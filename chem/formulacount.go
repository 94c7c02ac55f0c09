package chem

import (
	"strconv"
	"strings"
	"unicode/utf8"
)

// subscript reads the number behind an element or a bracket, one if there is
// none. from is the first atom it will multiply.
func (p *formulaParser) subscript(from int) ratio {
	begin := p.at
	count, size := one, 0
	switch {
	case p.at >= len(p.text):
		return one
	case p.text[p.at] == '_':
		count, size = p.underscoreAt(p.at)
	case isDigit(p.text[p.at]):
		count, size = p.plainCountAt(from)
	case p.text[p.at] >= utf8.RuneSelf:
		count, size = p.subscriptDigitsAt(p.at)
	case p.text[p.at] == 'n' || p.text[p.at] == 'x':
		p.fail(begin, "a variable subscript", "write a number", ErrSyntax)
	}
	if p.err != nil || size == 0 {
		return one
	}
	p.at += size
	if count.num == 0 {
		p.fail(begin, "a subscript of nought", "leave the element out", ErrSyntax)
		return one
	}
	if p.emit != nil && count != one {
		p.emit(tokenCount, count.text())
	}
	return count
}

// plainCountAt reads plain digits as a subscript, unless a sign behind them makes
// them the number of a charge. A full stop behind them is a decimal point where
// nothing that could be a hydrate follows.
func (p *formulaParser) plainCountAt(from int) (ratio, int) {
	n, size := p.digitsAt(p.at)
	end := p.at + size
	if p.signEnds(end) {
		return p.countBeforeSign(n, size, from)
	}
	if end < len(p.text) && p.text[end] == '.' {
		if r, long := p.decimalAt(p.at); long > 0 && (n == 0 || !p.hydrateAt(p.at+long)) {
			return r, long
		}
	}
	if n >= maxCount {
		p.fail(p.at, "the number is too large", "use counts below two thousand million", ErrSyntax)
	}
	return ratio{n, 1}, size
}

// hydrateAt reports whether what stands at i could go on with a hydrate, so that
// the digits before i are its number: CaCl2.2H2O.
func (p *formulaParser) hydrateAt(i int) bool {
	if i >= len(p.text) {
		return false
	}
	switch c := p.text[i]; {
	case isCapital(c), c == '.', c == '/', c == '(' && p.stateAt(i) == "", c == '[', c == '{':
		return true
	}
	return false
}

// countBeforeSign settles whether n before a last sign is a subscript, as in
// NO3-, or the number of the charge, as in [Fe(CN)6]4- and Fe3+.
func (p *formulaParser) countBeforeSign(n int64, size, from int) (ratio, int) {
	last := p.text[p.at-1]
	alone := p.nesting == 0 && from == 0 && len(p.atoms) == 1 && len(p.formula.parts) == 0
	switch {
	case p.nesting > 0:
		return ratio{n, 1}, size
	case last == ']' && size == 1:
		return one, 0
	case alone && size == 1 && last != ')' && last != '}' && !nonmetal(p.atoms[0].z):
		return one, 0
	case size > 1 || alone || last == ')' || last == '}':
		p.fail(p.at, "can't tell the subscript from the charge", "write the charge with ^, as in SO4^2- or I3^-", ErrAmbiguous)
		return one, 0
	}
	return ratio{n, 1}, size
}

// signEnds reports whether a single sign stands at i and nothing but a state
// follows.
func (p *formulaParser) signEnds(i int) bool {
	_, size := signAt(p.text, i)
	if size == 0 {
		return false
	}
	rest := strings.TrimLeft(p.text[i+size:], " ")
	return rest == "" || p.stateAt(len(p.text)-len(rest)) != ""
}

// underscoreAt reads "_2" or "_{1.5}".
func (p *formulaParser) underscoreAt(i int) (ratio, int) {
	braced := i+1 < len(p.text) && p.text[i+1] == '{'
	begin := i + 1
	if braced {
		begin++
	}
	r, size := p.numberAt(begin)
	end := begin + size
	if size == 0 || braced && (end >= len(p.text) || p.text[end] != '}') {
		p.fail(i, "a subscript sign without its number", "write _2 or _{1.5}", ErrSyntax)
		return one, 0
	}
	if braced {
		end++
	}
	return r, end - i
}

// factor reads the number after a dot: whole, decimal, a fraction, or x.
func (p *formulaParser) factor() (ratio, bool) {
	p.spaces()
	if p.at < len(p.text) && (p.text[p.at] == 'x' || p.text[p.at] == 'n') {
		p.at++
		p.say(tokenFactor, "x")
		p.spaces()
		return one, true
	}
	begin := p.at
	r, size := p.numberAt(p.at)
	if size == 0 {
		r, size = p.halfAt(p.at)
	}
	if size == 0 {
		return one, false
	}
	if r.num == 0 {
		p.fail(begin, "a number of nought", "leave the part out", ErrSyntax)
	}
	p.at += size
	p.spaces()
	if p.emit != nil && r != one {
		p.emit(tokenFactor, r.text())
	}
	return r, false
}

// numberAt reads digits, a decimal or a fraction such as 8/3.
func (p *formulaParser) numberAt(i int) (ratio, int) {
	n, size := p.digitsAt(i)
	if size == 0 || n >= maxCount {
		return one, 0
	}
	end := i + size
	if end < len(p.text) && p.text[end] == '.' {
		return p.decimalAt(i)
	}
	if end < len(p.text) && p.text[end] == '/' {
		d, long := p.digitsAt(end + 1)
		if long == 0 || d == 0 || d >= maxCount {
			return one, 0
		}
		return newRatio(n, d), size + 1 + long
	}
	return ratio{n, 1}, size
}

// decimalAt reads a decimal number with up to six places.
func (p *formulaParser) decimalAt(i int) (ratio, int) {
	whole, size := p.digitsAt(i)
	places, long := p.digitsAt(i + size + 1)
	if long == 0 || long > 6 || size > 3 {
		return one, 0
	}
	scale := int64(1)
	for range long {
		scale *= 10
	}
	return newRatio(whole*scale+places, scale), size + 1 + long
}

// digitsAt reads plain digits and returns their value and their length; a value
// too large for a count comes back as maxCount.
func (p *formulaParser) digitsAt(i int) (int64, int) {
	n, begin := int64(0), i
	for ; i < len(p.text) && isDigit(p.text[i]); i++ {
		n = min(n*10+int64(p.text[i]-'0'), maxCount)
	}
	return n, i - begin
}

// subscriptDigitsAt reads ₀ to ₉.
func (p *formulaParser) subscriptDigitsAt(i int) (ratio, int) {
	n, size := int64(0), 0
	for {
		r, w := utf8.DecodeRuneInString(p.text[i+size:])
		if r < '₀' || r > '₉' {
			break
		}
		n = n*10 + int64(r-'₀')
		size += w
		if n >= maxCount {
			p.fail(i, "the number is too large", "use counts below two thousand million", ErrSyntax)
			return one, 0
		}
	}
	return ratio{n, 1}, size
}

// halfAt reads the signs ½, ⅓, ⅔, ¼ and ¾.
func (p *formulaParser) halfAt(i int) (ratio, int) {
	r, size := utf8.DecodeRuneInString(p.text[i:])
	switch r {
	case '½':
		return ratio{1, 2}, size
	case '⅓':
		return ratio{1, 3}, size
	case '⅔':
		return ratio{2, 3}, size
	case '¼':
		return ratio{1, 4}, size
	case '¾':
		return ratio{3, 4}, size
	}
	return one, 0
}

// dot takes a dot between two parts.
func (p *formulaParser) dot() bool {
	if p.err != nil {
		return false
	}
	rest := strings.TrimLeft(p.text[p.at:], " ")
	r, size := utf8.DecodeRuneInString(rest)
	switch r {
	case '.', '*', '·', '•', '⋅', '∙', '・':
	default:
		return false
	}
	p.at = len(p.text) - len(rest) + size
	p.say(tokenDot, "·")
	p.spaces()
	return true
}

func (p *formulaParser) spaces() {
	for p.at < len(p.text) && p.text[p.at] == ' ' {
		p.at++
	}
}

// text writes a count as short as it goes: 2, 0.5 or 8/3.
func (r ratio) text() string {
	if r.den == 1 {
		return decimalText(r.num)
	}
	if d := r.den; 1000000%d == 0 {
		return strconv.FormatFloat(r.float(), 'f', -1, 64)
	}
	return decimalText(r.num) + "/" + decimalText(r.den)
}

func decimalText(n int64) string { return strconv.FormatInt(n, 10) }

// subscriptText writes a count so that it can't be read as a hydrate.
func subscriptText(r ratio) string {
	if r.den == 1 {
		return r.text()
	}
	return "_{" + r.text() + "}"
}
· · · · · · ·
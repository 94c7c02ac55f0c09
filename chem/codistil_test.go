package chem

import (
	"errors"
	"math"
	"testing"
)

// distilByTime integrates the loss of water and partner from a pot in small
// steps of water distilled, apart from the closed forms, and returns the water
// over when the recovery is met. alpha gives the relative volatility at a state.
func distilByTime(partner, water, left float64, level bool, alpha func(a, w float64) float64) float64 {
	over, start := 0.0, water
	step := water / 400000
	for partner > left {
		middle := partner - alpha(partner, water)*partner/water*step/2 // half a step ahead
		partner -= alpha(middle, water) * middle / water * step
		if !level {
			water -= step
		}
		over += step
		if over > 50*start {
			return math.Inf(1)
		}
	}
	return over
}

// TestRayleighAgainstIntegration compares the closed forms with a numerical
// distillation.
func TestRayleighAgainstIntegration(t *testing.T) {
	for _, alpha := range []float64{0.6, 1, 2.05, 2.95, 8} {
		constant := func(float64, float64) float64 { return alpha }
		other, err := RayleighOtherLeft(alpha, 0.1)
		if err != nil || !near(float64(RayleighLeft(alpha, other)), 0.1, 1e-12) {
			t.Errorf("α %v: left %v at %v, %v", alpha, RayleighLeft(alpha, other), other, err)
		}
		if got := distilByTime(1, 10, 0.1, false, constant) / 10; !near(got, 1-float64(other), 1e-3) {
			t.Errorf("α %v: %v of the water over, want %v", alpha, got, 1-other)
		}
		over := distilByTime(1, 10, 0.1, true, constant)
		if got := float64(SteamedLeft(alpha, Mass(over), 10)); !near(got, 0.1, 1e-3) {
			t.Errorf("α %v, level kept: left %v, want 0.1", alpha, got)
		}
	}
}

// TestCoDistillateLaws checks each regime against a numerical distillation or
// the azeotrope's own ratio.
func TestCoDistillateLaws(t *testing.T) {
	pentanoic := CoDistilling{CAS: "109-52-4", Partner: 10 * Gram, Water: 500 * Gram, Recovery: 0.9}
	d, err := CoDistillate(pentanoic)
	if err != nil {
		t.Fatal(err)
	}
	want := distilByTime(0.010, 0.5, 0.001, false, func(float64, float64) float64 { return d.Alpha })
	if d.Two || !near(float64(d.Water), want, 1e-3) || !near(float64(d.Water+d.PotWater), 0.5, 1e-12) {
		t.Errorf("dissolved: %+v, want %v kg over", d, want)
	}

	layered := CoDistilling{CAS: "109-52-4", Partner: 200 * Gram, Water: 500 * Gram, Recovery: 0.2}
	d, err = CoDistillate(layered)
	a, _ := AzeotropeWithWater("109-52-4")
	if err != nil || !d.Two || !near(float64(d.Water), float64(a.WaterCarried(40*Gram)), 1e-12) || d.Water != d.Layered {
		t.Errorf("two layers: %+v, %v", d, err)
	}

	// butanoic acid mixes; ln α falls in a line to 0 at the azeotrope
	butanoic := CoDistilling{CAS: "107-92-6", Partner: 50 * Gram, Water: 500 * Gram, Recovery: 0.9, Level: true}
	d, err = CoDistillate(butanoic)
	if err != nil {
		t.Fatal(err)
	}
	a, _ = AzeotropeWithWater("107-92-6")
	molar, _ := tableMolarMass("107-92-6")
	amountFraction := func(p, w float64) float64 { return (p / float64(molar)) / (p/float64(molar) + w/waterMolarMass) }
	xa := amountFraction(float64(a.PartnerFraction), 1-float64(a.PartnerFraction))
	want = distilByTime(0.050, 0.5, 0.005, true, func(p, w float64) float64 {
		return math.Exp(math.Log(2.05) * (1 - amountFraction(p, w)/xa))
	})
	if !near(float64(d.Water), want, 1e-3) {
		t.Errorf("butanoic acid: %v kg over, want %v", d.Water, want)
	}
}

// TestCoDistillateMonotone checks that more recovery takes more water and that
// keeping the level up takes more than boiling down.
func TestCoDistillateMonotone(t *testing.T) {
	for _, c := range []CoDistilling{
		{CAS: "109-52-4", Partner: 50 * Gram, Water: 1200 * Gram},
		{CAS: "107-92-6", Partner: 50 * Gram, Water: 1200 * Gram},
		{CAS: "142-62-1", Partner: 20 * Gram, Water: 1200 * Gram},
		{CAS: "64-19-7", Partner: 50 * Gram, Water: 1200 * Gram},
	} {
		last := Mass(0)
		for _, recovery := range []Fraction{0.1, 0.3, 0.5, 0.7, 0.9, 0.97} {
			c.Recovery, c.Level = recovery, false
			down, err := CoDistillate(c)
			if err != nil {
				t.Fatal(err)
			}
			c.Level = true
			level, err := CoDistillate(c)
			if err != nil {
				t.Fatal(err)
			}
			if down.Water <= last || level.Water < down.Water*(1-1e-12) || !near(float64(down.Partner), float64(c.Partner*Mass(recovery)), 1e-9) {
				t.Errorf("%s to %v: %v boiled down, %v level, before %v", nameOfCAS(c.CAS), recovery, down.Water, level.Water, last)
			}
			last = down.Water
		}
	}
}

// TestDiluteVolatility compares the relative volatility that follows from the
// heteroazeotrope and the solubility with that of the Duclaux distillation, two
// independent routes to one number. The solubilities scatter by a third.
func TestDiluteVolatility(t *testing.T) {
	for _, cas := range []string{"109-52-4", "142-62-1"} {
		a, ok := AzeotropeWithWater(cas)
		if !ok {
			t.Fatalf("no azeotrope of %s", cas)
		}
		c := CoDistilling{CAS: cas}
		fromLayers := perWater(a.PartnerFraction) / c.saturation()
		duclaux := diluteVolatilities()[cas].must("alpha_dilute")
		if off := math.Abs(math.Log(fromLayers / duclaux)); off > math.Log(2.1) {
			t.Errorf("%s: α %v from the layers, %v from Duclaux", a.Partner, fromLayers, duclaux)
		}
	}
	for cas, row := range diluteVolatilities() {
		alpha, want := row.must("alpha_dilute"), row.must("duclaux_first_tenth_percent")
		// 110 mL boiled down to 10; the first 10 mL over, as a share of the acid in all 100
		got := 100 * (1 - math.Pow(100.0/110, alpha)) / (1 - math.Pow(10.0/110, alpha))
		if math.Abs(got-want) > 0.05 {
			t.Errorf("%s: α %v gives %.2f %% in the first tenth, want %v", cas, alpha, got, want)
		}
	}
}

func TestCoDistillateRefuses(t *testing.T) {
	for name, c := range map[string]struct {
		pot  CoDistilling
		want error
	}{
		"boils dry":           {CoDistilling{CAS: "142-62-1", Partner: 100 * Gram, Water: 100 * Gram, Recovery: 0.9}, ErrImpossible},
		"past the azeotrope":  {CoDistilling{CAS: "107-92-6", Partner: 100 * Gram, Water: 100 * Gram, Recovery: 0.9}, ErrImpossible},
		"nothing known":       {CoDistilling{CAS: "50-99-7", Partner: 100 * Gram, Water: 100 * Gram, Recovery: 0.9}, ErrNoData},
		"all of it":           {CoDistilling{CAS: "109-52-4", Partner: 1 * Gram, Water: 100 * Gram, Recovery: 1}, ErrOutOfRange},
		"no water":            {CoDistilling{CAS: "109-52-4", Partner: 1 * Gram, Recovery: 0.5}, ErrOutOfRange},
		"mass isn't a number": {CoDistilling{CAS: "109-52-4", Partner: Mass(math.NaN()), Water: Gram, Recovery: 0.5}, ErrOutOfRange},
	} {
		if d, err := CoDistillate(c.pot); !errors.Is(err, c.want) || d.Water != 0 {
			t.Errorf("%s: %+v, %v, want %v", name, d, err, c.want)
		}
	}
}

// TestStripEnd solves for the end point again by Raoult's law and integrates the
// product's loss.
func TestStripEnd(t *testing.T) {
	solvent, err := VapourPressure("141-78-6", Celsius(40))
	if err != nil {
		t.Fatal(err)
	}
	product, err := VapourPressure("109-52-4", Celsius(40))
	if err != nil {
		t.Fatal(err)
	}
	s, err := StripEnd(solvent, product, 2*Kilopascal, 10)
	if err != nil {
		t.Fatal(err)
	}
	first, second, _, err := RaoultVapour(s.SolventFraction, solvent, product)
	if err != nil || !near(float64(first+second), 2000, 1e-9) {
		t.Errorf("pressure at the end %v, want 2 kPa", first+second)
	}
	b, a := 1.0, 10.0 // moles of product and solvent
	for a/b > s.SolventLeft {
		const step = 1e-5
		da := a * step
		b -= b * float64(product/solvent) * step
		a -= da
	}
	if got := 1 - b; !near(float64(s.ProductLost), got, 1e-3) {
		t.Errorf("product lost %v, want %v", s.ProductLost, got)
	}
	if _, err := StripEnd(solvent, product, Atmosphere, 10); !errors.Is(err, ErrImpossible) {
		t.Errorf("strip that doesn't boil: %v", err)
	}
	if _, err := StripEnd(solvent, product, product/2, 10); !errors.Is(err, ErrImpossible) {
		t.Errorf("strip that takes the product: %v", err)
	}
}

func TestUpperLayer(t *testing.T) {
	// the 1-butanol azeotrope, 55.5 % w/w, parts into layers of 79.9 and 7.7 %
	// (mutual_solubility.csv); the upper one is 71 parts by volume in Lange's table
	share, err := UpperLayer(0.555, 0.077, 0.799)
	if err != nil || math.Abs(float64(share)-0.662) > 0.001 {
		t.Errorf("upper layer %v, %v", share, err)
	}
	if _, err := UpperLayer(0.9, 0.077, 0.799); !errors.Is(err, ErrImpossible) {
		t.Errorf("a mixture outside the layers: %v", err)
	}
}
· · · · · · ·
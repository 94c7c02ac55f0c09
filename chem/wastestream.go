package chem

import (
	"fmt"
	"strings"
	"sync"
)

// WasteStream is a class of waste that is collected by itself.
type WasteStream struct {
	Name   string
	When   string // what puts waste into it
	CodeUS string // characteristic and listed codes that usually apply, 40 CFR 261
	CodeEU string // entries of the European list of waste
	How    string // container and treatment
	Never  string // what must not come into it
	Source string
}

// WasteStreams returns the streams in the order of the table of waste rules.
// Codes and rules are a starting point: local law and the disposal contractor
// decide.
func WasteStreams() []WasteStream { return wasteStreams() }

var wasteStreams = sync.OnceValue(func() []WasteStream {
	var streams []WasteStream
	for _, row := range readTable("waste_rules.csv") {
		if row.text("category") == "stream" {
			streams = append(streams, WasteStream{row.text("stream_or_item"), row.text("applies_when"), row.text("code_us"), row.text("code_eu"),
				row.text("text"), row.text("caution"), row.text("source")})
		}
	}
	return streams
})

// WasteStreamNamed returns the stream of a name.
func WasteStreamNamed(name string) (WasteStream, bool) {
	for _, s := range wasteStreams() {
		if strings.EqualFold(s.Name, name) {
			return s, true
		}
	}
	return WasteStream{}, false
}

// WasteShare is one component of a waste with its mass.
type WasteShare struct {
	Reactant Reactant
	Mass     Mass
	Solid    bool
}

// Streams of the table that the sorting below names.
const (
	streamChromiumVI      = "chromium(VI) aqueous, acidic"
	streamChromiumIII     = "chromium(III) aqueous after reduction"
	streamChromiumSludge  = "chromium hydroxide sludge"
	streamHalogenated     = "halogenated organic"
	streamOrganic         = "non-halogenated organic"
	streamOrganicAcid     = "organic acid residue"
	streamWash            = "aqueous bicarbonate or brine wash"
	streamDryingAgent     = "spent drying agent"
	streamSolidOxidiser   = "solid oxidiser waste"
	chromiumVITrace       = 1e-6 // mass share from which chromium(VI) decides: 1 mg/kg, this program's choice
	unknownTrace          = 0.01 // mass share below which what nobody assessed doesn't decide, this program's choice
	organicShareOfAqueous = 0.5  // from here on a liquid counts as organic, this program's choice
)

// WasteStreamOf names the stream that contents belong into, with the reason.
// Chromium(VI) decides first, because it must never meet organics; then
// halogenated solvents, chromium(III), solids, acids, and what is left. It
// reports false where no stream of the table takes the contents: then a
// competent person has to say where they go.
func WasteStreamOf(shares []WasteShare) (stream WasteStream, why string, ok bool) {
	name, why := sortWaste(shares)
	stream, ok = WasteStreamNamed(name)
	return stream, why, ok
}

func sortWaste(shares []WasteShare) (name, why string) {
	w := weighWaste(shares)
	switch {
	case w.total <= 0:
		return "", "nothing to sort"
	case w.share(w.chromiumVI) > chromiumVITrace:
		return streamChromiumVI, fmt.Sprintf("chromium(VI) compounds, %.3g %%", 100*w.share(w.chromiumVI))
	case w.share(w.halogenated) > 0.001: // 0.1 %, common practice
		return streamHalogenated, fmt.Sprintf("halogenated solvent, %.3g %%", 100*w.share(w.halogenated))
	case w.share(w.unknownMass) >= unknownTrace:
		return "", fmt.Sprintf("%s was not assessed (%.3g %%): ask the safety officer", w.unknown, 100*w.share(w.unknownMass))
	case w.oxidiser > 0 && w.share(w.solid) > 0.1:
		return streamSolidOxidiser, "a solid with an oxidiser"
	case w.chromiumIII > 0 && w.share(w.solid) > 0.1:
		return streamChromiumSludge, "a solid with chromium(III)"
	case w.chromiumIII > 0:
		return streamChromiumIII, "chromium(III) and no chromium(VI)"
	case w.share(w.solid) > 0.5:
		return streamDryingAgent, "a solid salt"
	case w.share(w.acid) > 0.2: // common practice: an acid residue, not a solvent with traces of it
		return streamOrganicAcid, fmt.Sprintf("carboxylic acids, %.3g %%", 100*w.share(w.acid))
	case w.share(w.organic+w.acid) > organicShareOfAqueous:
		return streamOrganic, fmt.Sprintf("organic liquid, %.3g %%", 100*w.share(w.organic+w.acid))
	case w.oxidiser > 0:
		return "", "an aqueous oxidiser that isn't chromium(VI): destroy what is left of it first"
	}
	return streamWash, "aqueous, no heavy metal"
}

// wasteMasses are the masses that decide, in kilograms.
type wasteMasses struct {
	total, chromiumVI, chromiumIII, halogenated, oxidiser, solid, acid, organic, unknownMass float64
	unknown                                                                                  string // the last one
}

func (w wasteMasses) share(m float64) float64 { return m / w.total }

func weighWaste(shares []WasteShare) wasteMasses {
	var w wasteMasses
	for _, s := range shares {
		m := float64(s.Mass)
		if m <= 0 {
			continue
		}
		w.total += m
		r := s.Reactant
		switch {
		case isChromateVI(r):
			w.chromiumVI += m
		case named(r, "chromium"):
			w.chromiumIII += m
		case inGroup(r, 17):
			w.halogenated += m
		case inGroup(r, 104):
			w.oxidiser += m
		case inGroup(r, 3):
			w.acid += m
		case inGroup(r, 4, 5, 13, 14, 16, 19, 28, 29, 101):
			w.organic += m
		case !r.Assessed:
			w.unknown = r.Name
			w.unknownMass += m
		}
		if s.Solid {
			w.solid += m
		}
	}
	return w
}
· · · · · · ·
Would you please return every line in the listing where "large" shows up?

		p.fail(p.at, "the number is too large", "use counts below two thousand million", ErrSyntax)
// too large for a count comes back as maxCount.
			p.fail(i, "the number is too large", "use counts below two thousand million", ErrSyntax)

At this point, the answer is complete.